About this task →
Below are records; please set down exactly the lines from the first through the one containing "last modified first.</summary>".

The records →
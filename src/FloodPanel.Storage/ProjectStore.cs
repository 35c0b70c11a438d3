using FloodPanel.Storage.Entities;
using Microsoft.Data.Sqlite;
using Microsoft.EntityFrameworkCore;

namespace FloodPanel.Storage;

/// <summary>
/// The projects of this installation. Every save appends a revision; nothing is overwritten or erased. Each method
/// throws <see cref="StoreException"/>, with a sentence for the user, when the database cannot do its part.
/// </summary>
public sealed class ProjectStore(IDbContextFactory<FloodPanelDb> databases, TimeProvider clock)
{
    /// <summary>Projects that are not deleted, the last modified first.</summary>
    /// <param name="search">Words that must all occur in name, reference or client; null or blank for all.</param>
    /// <param name="cancellation">Stops waiting.</param>
    public async Task<IReadOnlyList<ProjectSummary>> ListAsync(string? search = null, CancellationToken cancellation = default)
    {
        var rows = await WithDatabaseAsync(
            db => db.Projects.AsNoTracking().Present()
                .OrderByDescending(p => p.ModifiedAt).ThenBy(p => p.Id)
                .Select(p => new ProjectSummary(
                    p.Id, p.Name, p.Reference, p.Client, p.OpeningCount, p.CurrentRevision, p.CreatedAt, p.ModifiedAt))
                .ToListAsync(cancellation),
            cancellation);

        // Searched here and not in SQLite, whose LIKE knows upper and lower case of A to Z only.
        var words = search?.Split((char[]?)null, StringSplitOptions.RemoveEmptyEntries) ?? [];
        return [.. rows.Where(row => words.All(word => Mentions(row, word)))];
    }

    /// <summary>Stores a new project as its revision 1.</summary>
    public Task<StoredProject> CreateAsync(Project project, CancellationToken cancellation = default)
    {
        var json = RevisionText.Of(project);
        var now = Now();
        var row = new ProjectRow { Id = Guid.NewGuid(), CurrentRevision = 1, CreatedAt = now, ModifiedAt = now };
        Describe(row, project);
        return WithDatabaseAsync(
            async db =>
            {
                db.Add(row);
                db.Add(new RevisionRow { ProjectId = row.Id, Number = 1, SavedAt = now, Json = json });
                await db.SaveChangesAsync(cancellation);
                return new StoredProject(row.Id, 1, now, project);
            },
            cancellation);
    }

    /// <summary>The newest revision; null when the project is not there or was deleted.</summary>
    public async Task<StoredProject?> OpenAsync(Guid id, CancellationToken cancellation = default) =>
        await WithDatabaseAsync(db => NewestAsync(db, id, cancellation), cancellation) is { } newest
            ? RevisionText.Open(newest)
            : null;

    /// <summary>Appends a revision, if the one that was opened is still the newest.</summary>
    /// <param name="id">The project.</param>
    /// <param name="openedRevision">The revision that was opened or last saved.</param>
    /// <param name="project">The project as it is now.</param>
    /// <param name="cancellation">Stops waiting; the save is then made whole or not at all.</param>
    public Task<SaveOutcome> SaveAsync(
        Guid id, int openedRevision, Project project, CancellationToken cancellation = default)
    {
        var revision = new RevisionRow
        {
            ProjectId = id,
            Number = openedRevision + 1,
            SavedAt = Now(),
            Json = RevisionText.Of(project),
        };
        return WithDatabaseAsync(db => AppendAsync(db, revision, project, cancellation), cancellation);
    }

    /// <summary>Stores the newest revision as a new project; null when the project is not there or was deleted.</summary>
    public async Task<StoredProject?> DuplicateAsync(Guid id, CancellationToken cancellation = default) =>
        await OpenAsync(id, cancellation) is { Project: var original }
            ? await CreateAsync(original with { Name = $"{original.Name} (copy)" }, cancellation)
            : null;

    /// <summary>Takes a project off the list; <see cref="RestoreAsync"/> brings it back. False when it is not there.</summary>
    public Task<bool> DeleteAsync(Guid id, CancellationToken cancellation = default) =>
        MarkAsync(id, deletedAt: Now(), cancellation);

    /// <summary>Brings a deleted project back. False when it is not there, or is not deleted.</summary>
    public Task<bool> RestoreAsync(Guid id, CancellationToken cancellation = default) =>
        MarkAsync(id, deletedAt: null, cancellation);

    /// <summary>The revisions of a project, the newest first.</summary>
    public async Task<IReadOnlyList<ProjectRevision>> RevisionsAsync(Guid id, CancellationToken cancellation = default) =>
        await WithDatabaseAsync(
            db => db.Revisions.Where(r => r.ProjectId == id)
                .OrderByDescending(r => r.Number)
                .Select(r => new ProjectRevision(r.Number, r.SavedAt))
                .ToListAsync(cancellation),
            cancellation);

    private static async Task<SaveOutcome> AppendAsync(
        FloodPanelDb db, RevisionRow revision, Project project, CancellationToken cancellation)
    {
        await using var transaction = await db.Database.BeginTransactionAsync(cancellation);
        if (await NewestAsync(db, revision.ProjectId, cancellation) is not { } newest)
        {
            return new ProjectGone();
        }

        // The same text needs no revision, even when a newer one holds it: an answer lost on the way is asked again.
        if (newest.Json == revision.Json)
        {
            return new ProjectSaved(newest.Number, newest.SavedAt);
        }

        if (!await AdvanceAsync(db, revision, project, cancellation))
        {
            return new SaveConflict(RevisionText.Open(newest));
        }

        db.Add(revision);
        await db.SaveChangesAsync(cancellation);
        await transaction.CommitAsync(cancellation);
        return new ProjectSaved(revision.Number, revision.SavedAt);
    }

    private static Task<RevisionRow?> NewestAsync(FloodPanelDb db, Guid id, CancellationToken cancellation) =>
        db.Projects.Present().Where(p => p.Id == id)
            .Join(db.Revisions, p => new { p.Id, Number = p.CurrentRevision }, r => new { Id = r.ProjectId, r.Number }, (p, r) => r)
            .AsNoTracking()
            .SingleOrDefaultAsync(cancellation);

    /// <summary>Moves the project's row to the revision in the database itself; false when it does not stand at the one before.</summary>
    private static async Task<bool> AdvanceAsync(
        FloodPanelDb db, RevisionRow revision, Project project, CancellationToken cancellation)
    {
        var described = new ProjectRow();
        Describe(described, project);
        var changed = await db.Projects
            .Where(p => p.Id == revision.ProjectId && p.CurrentRevision == revision.Number - 1 && p.DeletedAt == null)
            .ExecuteUpdateAsync(
                row => row
                    .SetProperty(p => p.CurrentRevision, revision.Number)
                    .SetProperty(p => p.ModifiedAt, revision.SavedAt)
                    .SetProperty(p => p.Name, described.Name)
                    .SetProperty(p => p.Reference, described.Reference)
                    .SetProperty(p => p.Client, described.Client)
                    .SetProperty(p => p.OpeningCount, described.OpeningCount),
                cancellation);
        return changed == 1;
    }

    private static void Describe(ProjectRow row, Project project)
    {
        row.Name = project.Name;
        row.Reference = project.Reference;
        row.Client = project.Client;
        row.OpeningCount = project.Openings.Count;
    }

    private static bool Mentions(ProjectSummary row, string word) =>
        row.Name.Contains(word, StringComparison.OrdinalIgnoreCase)
        || row.Reference.Contains(word, StringComparison.OrdinalIgnoreCase)
        || row.Client.Contains(word, StringComparison.OrdinalIgnoreCase);

    private Task<bool> MarkAsync(Guid id, DateTimeOffset? deletedAt, CancellationToken cancellation) =>
        WithDatabaseAsync(
            async db => await db.Projects
                .Where(p => p.Id == id && (p.DeletedAt == null) == (deletedAt != null))
                .ExecuteUpdateAsync(row => row.SetProperty(p => p.DeletedAt, deletedAt), cancellation) == 1,
            cancellation);

    /// <summary>One context for one piece of work; what the database refuses is told in a sentence.</summary>
    private async Task<T> WithDatabaseAsync<T>(Func<FloodPanelDb, Task<T>> work, CancellationToken cancellation)
    {
        try
        {
            await using var db = await databases.CreateDbContextAsync(cancellation);
            return await work(db);
        }
        catch (Exception e) when ((e as SqliteException ?? e.InnerException as SqliteException) is { } fault)
        {
            throw new StoreException($"The database does not answer ({fault.Message.TrimEnd('.')}); what was saved before is safe.", fault);
        }
    }

    // To the millisecond, as stored, so that a time returned equals the same time read back.
    private DateTimeOffset Now() => DateTimeOffset.FromUnixTimeMilliseconds(clock.GetUtcNow().ToUnixTimeMilliseconds());
}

Task answer →
filename src/FloodPanel.Storage/ProjectStore.cs
repository 35c0b70c11a438d3
using FloodPanel.Storage.Entities;
using Microsoft.Data.Sqlite;
using Microsoft.EntityFrameworkCore;

namespace FloodPanel.Storage;

/// <summary>
/// The projects of this installation. Every save appends a revision; nothing is overwritten or erased. Each method
/// throws <see cref="StoreException"/>, with a sentence for the user, when the database cannot do its part.
/// </summary>
public sealed class ProjectStore(IDbContextFactory<FloodPanelDb> databases, TimeProvider clock)
{
    /// <summary>Projects that are not deleted, the last modified first.</summary>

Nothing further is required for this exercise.